You will be using throughout CRIT 602 to explore the larger context for your field of study and its associated professions will be critical inquiry:

 Critical inquiry is the process of gathering and evaluating information, ideas, and assumptions from multiple perspectives to produce well-reasoned analysis and understanding, and leading to new ideas, applications and questions” (“Critical Inquiry,” n.d.).

A high stakes example of critical inquiry is clinical diagnosis and treatment of physical or mental illness, which involves the doctor asking an entire matrix of complex questions at every stage of the process and knowledge of a body of research that is continually changing, as well as the ability to determine how each set of questions intersects with the body of research.

In a work setting, critical inquiry might be used to solve an organizational problem, such as poor morale among support staff. A director must ask: how can we identify the cause of the decline in morale that we’re experiencing now?  When did it start? What factors could have led to it? Have there been changes in management? Have there been changes in our business practices? Could any external factors have caused or contributed to the decline in morale among these staff? Are organizations similar to ours experiencing a similar problem locally? Regionally? Nationally? Has research been done that we could use to find solutions to the problem? What’s been written in the professional literature for our industry that might help us solve our morale problem? Should we bring in a consultant?
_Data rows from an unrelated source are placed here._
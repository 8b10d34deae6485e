"""Clearance rules of Rec. ITU-R P.530-19, section 2.2.2.1, tried through the whole assessment.

The example's heights were worked out by hand from the Recommendation's equations (F1 and k exceeded 99.9 %, bulge
d1 d2 / (12.742 k)): 6 GHz, a flat obstacle level with both mast feet at mid-path.
"""

import numpy as np
import pytest

from fellspan.links.clearance import need_m
from fellspan.links.criteria import criteria_for, worst_month_k

HAND = [
    # km, fraction of F1, at the median k, height of the ray above the obstacle, m (hand calculation)
    (30.0, 1.0, True, 32.59),
    (30.0, 0.0, False, 26.21),
    (30.0, 0.3, False, 32.01),
    (30.0, 0.6, False, 37.81),
    (50.0, 1.0, True, 61.76),
    (50.0, 0.0, False, 61.68),
    (50.0, 0.3, False, 69.17),
    (50.0, 0.6, False, 76.66),
]


@pytest.mark.parametrize(("length_km", "fraction", "median", "height_m"), HAND)
def test_height_above_a_mid_path_obstacle(length_km: float, fraction: float, median: bool, height_m: float) -> None:
    distance = np.array([0.0, 0.5, 1.0]) * length_km * 1000.0
    k = 4.0 / 3.0 if median else worst_month_k(length_km * 1000.0)
    need = need_m(np.zeros(3), distance, k=k, fraction=fraction, frequency_hz=6e9)
    # 0.02 m: the hand values carry two decimals and the printed constant 17.3 instead of 17.3146
    assert need[1] == pytest.approx(height_m, abs=0.02)
    assert need[0] == 0.0
    assert need[2] == 0.0


@pytest.mark.parametrize(
    ("preset", "length_km", "extended", "expected"),
    [
        # fractions by the steps of section 2.2.2.1
        ("p530-temperate", 50.0, False, [1.0, 0.0]),
        ("p530-temperate", 50.0, True, [1.0, 0.3]),
        ("p530-tropical", 50.0, True, [1.0, 0.6]),
        ("p530-tropical", 30.0, True, [1.0]),  # no rule up to about 30 km: step 1 only
        ("sixty-percent", 50.0, True, [0.6]),  # common practice, no source
    ],
)
def test_fractions_of_the_presets(preset: str, length_km: float, extended: bool, expected: list[float]) -> None:
    criteria = criteria_for(preset, distance_m=length_km * 1000.0, median_k=1.4, extended=extended)  # type: ignore[arg-type]
    assert [criterion.fraction for criterion in criteria] == expected
    if preset != "sixty-percent":
        assert criteria[0].k == 1.4
    if len(criteria) == 2:
        assert criteria[1].k == pytest.approx(0.7953, abs=5e-5)  # P.530-19 equation (4) at 50 km, hand calculation


def test_tropical_path_of_30_km_says_that_there_is_no_rule() -> None:
    (only,) = criteria_for("p530-tropical", distance_m=30e3)
    assert "no tropical rule" in only.note
    assert "30 km" in only.note


def test_short_path_says_that_the_curve_begins_at_18_km() -> None:
    assert "18 km" in criteria_for("p530-temperate", distance_m=10e3)[1].note
    assert "18 km" not in criteria_for("p530-temperate", distance_m=19e3)[1].note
In daily life, you might use critical inquiry to buy a car. What kind of vehicle will best meet my needs and the needs of my family? Truck, car, SUV? What about reliability history for the make and model I’m considering? What price range can I afford? How can I find out what is a fair price for the make and model I’m considering? Should I go with dealer financing or get the loan directly through my own bank or credit union? Why is this guy trying to sell me an extended warranty when I’ve already been here for three hours, and I want to go home?

The Role of Reflection in Critical Inquiry

Reflective learning is included in one of the three primary skills goals for CRIT 602: Reflect on learning to guide professional practice. The Center for Simplified Strategic Planning (CSSP) identifies reflection as a critical skill for strategic thinkers:

“Critical Skill #6: [Strategic thinkers] are committed lifelong learners and learn from each of their experiences. They use their experiences to enable them to think better on strategic issues” (“Strategic Thinking,” n.d.).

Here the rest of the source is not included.